Giters

rubygems / gemstash

A RubyGems.org cache and private gem server

Geek Repo:Geek Repo

Github PK Tool:Github PK Tool

Support hosts in FIPS mode

ayohrling opened this issue · comments

commented

Currently, gemstash does not run on systems that are configured in FIPS mode. There are a couple spots that utilize MD5 digests that need to be replaced for valid operation.
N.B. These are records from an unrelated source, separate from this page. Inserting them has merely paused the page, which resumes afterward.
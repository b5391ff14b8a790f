#include "sim/scenario/weekdays.hpp"

#include <fmt/format.h>

#include <cctype>

namespace larder {

std::optional<int> weekday_index(std::string_view name) {
  for (int d = 0; d < kDaysPerWeek; ++d) {
    if (name == kWeekdayNames[static_cast<size_t>(d)]) return d;
  }
  return std::nullopt;
}

std::string weekday_names_text() {
  std::string out;
  for (const char* n : kWeekdayNames) out += (out.empty() ? "" : ", ") + std::string(n);
  return out;
}

std::string weekday_hint(std::string_view word) {
  std::string lower(word);
  for (char& c : lower) c = static_cast<char>(std::tolower(static_cast<unsigned char>(c)));
  for (const char* n : kWeekdayNames) {
    // "Monday", "MON" and "monday" all start with the three-letter name.
    if (lower.size() >= 3 && lower.compare(0, 3, n) == 0) {
      return fmt::format("did you mean '{}'? weekdays are {}", n, weekday_names_text());
    }
  }
  return fmt::format("weekdays are {}", weekday_names_text());
}

std::optional<WeekdaySet> read_weekday_set(const YAML::Node& node, const std::string& what,
                                           const std::string& file, Diagnostics& diag) {
  if (!node.IsSequence()) {
    diag.error(location_of(node, file),
               fmt::format("{} must be a list of weekdays such as [mon, tue] (got {})", what,
                           describe_value(node)));
    return std::nullopt;
  }
  if (node.size() == 0) {
    diag.error(location_of(node, file), fmt::format("{} must list at least one weekday", what));
    return std::nullopt;
  }
  WeekdaySet set{};
  bool ok = true;
  for (size_t i = 0; i < node.size(); ++i) {
    const YAML::Node e = node[i];
    const auto d = e.IsScalar() ? weekday_index(e.Scalar()) : std::nullopt;
    if (!d) {
      diag.error(location_of(e, file),
                 fmt::format("{}[{}] must be a weekday name (got {})", what, i, describe_value(e)),
                 weekday_hint(e.IsScalar() ? e.Scalar() : std::string{}));
      ok = false;
      continue;
    }
    if (set[static_cast<size_t>(*d)]) {
      diag.error(location_of(e, file), fmt::format("{} lists '{}' twice", what, e.Scalar()));
      ok = false;
    }
    set[static_cast<size_t>(*d)] = true;
  }
  if (!ok) return std::nullopt;
  return set;
}

std::optional<WeekdayValues> read_weekday_values(const YAML::Node& node, const std::string& what,
                                                 Range range, const std::string& file,
                                                 Diagnostics& diag) {
  if (!node.IsMap()) {
    diag.error(location_of(node, file),
               fmt::format("{} must be a mapping from weekday to number such as {{ mon: 0.9 }} "
                           "(got {})",
                           what, describe_value(node)));
    return std::nullopt;
  }
  WeekdayValues values = {1, 1, 1, 1, 1, 1, 1};
  bool ok = true;
  for (const auto& kv : node) {
    const std::string key = kv.first.IsScalar() ? kv.first.Scalar() : std::string{};
    const auto d = weekday_index(key);
    if (!d) {
      diag.error(location_of(kv.first, file),
                 fmt::format("{} has a key that is not a weekday (got {})", what,
                             describe_value(kv.first)),
                 weekday_hint(key));
      ok = false;
      continue;
    }
    const auto v = read_number(kv.second, fmt::format("{}.{}", what, key), range, file, diag);
    if (!v) {
      ok = false;
      continue;
    }
    values[static_cast<size_t>(*d)] = *v;
  }
  if (!ok) return std::nullopt;
  return values;
}

}  // namespace larder
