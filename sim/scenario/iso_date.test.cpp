#include "sim/scenario/iso_date.hpp"

#include <catch2/catch.hpp>

using larder::CivilDate;

TEST_CASE("iso dates: shape, calendar validity, weekday, day arithmetic", "[scenario]") {
  SECTION("only YYYY-MM-DD is read") {
    CHECK(larder::parse_iso_date("2027-01-04") == CivilDate{2027, 1, 4});
    CHECK_FALSE(larder::parse_iso_date("2027-1-4"));    // ISO 8601 calendar date: two-digit month
    CHECK_FALSE(larder::parse_iso_date("27-01-04"));    // ISO 8601: four-digit year
    CHECK_FALSE(larder::parse_iso_date("2027/01/04"));  // ISO 8601: '-' separators
    CHECK_FALSE(larder::parse_iso_date("2027-01-04T00:00"));
    CHECK_FALSE(larder::parse_iso_date(""));
  }
  SECTION("dates must exist in the Gregorian calendar") {
    // Gregorian leap years: divisible by 4, except centuries not divisible by 400.
    CHECK(larder::is_real_date({2024, 2, 29}));
    CHECK(larder::is_real_date({2000, 2, 29}));
    CHECK_FALSE(larder::is_real_date({1900, 2, 29}));  // GNU date: "invalid date '1900-02-29'"
    CHECK_FALSE(larder::is_real_date({2027, 2, 29}));
    CHECK_FALSE(larder::is_real_date({2027, 4, 31}));  // April has 30 days
    CHECK_FALSE(larder::is_real_date({2027, 13, 1}));
    CHECK_FALSE(larder::is_real_date({2027, 0, 10}));
    CHECK_FALSE(larder::is_real_date({2027, 1, 0}));
  }
  SECTION("weekday, 0 = Monday") {
    // Expected weekdays from GNU coreutils `date -u -d DATE +%A`.
    CHECK(larder::weekday_of_date({2027, 1, 4}) == 0);    // Monday
    CHECK(larder::weekday_of_date({2026, 12, 2}) == 2);   // Wednesday
    CHECK(larder::weekday_of_date({1970, 1, 1}) == 3);    // Thursday
    CHECK(larder::weekday_of_date({2000, 2, 29}) == 1);   // Tuesday
    CHECK(larder::weekday_of_date({2024, 2, 29}) == 3);   // Thursday
    CHECK(larder::weekday_of_date({2027, 12, 31}) == 4);  // Friday
  }
  SECTION("adding days") {
    // Expected dates from GNU coreutils `date -u -d 'DATE +N days' +%F`.
    CHECK(larder::add_days({2027, 1, 4}, 364) == CivilDate{2028, 1, 3});
    CHECK(larder::add_days({2024, 2, 28}, 1) == CivilDate{2024, 2, 29});
    CHECK(larder::add_days({2027, 1, 4}, -5) == CivilDate{2026, 12, 30});
    CHECK(larder::to_iso({2027, 1, 4}) == "2027-01-04");
  }
}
Results in the following logs when running the server and timeouts for too many connection resets in fetching gems:

md5_dgst.c(82): OpenSSL internal error, assertion failed: Digest MD5 forbidden in FIPS mode!
[2018-10-31 13:30:47 +0000] - INFO - [16128] - Worker 0 (pid: 16242) booted, phase: 0
md5_dgst.c(82): OpenSSL internal error, assertion failed: Digest MD5 forbidden in FIPS mode!
[2018-10-31 13:30:52 +0000] - INFO - [16128] - Worker 0 (pid: 16254) booted, phase: 0
md5_dgst.c(82): OpenSSL internal error, assertion failed: Digest MD5 forbidden in FIPS mode!
[2018-10-31 13:30:57 +0000] - INFO - [16128] - Worker 0 (pid: 16266) booted, phase: 0
md5_dgst.c(82): OpenSSL internal error, assertion failed: Digest MD5 forbidden in FIPS mode!
[2018-10-31 13:31:02 +0000] - INFO - [16128] - Worker 0 (pid: 16276) booted, phase: 0
commented

Am hoping for some feedback here. I feel like this should be low-hanging fruit. PR is in, we have to work from builds off my fork to use gemstash until this is merged upstream.